The bell for Compline began to toll. “Leave him here with me,” intervened Brother Michael, who had listened to William and watched him thoughtfully as he spoke. “Perhaps you will help me, Brother, take these doses to the men who need them, and then you and I can take a hot drink together and talk about this. Come, my brother. It's a while since I've had a chance to spend time with you; I've missed your company.”

Abbot John smiled as William reluctantly acquiesced. Brother Michael put into William's hands a tray of physic doses to carry and laid a couple of cloths over his arm, and John withdrew without another word, giving silent thanks to the God who had made and moulded Brother Michael from the dust of the earth and then set him walking in the direction of St Alcuin's infirmary.
One less thing to worry about tonight
, he thought as he hurried back through the gusting rain to the candlelit choir, there to settle the day, the world, and the community down to rest.

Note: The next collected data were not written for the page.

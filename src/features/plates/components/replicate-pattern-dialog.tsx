// Replicate patterns: variants × replicates as consecutive rows (or columns), numbered 1…n,
// optionally followed by a line of blanks and a line of buffer-only wells.
import { useState } from 'react';
import type { PlateFormat } from '@shared/plate/geometry';
import { Button } from '@/components/ui/button';
import { Dialog } from '@/components/ui/dialog';
import { Notice } from '@/components/ui/notice';
import type { StudyVariant } from '../api/get-study-context';
import { cellName, cellOf, type Cell } from '../utils/grid';
import type { PatternInput } from '../utils/replicate-pattern';
import { gridGeometry } from './plate-grid';
import { CountInput, WellInput } from './small-inputs';

export type ReplicatePatternDialogProps = {
  open: boolean;
  onClose: () => void;
  format: PlateFormat;
  variants: StudyVariant[];
  replicatesRequired: number;
  start: Cell;
  /** Default band length: the number of pH points (one per column), else the plate width. */
  defaultLength: number;
  onApply: (input: PatternInput) => void;
};

export function ReplicatePatternDialog(props: ReplicatePatternDialogProps) {
  return props.open ? <PatternForm {...props} /> : null;
}

function PatternForm({
  onClose,
  format,
  variants,
  replicatesRequired,
  start,
  defaultLength,
  onApply,
}: ReplicatePatternDialogProps) {
  const g = gridGeometry(format);
  const [startText, setStartText] = useState(cellName(start));
  const [direction, setDirection] = useState<'rows' | 'columns'>('rows');
  const [chosen, setChosen] = useState<boolean[]>(() => variants.map((_, i) => i < 2));
  const [replicates, setReplicates] = useState(replicatesRequired);
  const [length, setLength] = useState(defaultLength);
  const [blankLine, setBlankLine] = useState(true);
  const [bufferLine, setBufferLine] = useState(false);
  const startCell = cellOf(startText, format);
  const variantIds = variants.filter((_, i) => chosen[i]).map((v) => v.id);
  const linesNeeded = variantIds.length * replicates + (blankLine ? 1 : 0) + (bufferLine ? 1 : 0);
  const linesAvailable = startCell
    ? direction === 'rows'
      ? g.rows - startCell.row
      : g.columns - startCell.column
    : 0;
  const error = !startCell
    ? `"${startText}" is not a well of this ${format}-well plate.`
    : variantIds.length === 0
      ? 'Pick at least one variant.'
      : null;
  const lineWord = direction === 'rows' ? 'rows' : 'columns';
  const submit = () => {
    if (error || !startCell) return;
    onApply({ start: startCell, direction, variantIds, replicates, length, blankLine, bufferLine });
    onClose();
  };
  return (
    <Dialog
      open
      onClose={onClose}
      title="Replicate pattern"
      description="Each variant takes as many consecutive rows (or columns) as it has replicates, numbered 1, 2, 3…"
      footer={
        <>
          <Button onClick={onClose}>Cancel</Button>
          <Button variant="primary" disabled={Boolean(error)} onClick={submit}>
            Lay out
          </Button>
        </>
      }
    >
      <form
        className="space-y-3"
        onSubmit={(e) => {
          e.preventDefault();
          submit();
        }}
      >
        <div className="flex flex-wrap gap-4">
          <WellInput label="Start well" value={startText} onChange={setStartText} />
          <fieldset>
            <legend className="mb-0.5 font-semibold">Replicates run</legend>
            <label className="mr-3">
              <input
                type="radio"
                name="pattern-direction"
                checked={direction === 'rows'}
                onChange={() => setDirection('rows')}
              />{' '}
              Down rows
            </label>
            <label>
              <input
                type="radio"
                name="pattern-direction"
                checked={direction === 'columns'}
                onChange={() => setDirection('columns')}
              />{' '}
              Across columns
            </label>
          </fieldset>
        </div>
        <div className="flex flex-wrap gap-4">
          <CountInput label="Replicates per variant" value={replicates} onChange={setReplicates} />
          <CountInput
            label={`Wells per ${direction === 'rows' ? 'row' : 'column'}`}
            value={length}
            onChange={setLength}
          />
        </div>
        <fieldset>
          <legend className="mb-0.5 font-semibold">Variants, in this order</legend>
          <div className="grid grid-cols-2 gap-x-3">
            {variants.map((v, i) => (
              <label key={v.id}>
                <input
                  type="checkbox"
                  checked={chosen[i]}
                  onChange={(e) => setChosen((c) => c.map((x, k) => (k === i ? e.target.checked : x)))}
                />{' '}
                {v.name}
              </label>
            ))}
          </div>
        </fieldset>
        <div className="flex gap-4">
          <label>
            <input type="checkbox" checked={blankLine} onChange={(e) => setBlankLine(e.target.checked)} />{' '}
            Then one line of blanks (no enzyme)
          </label>
          <label>
            <input type="checkbox" checked={bufferLine} onChange={(e) => setBufferLine(e.target.checked)} />{' '}
            Then one line of buffer only
          </label>
        </div>
        {error ? (
          <Notice tone="error">{error}</Notice>
        ) : (
          <p role="status" className={linesNeeded > linesAvailable ? 'text-warn-800' : 'text-ink-muted'}>
            Needs {linesNeeded} {lineWord} from {startText.toUpperCase()}; {linesAvailable} are left on the
            plate
            {linesNeeded > linesAvailable ? ' — the last ones will not fit.' : '.'} Roles, variants and
            replicate numbers are set; pH stays.
          </p>
        )}
      </form>
    </Dialog>
  );
}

William offered no small challenge to any man charged with managing him, but Brother Michael proved equal to the task. Before the brothers in the chapel had sung the last responsory, William found himself tucked into bed with a hot stone at his cold feet, his belly less tense than it usually felt, comfortably warmed by a hot, sweet, milky drink, and an unfamiliar feeling of peace pervading his senses as valerian, oats, hops, and lavender did their good work. His last thought before he fell asleep was that he couldn't quite account for how this had happened to him because he couldn't remember agreeing to it exactly at any given point.

The next day he found he could concentrate better than he had been, and when he ate with Brother Michael in the infirmary instead of taking his meal in the frater with the community, for the first time in a while he was able to eat without feeling sick. He made no further protest against his second night in the infirmary, but the day after that filled gradually with dread as he contemplated entering the warming room after Vespers in the evening. He was not entirely sure he could force himself to do it, but it had been required of him as an obedience, so he tidied away his work at the end of the afternoon. He still had the key to the checker. He might have been told to limit his time there, but he would not have it further limited by what Brother Ambrose might choose to do.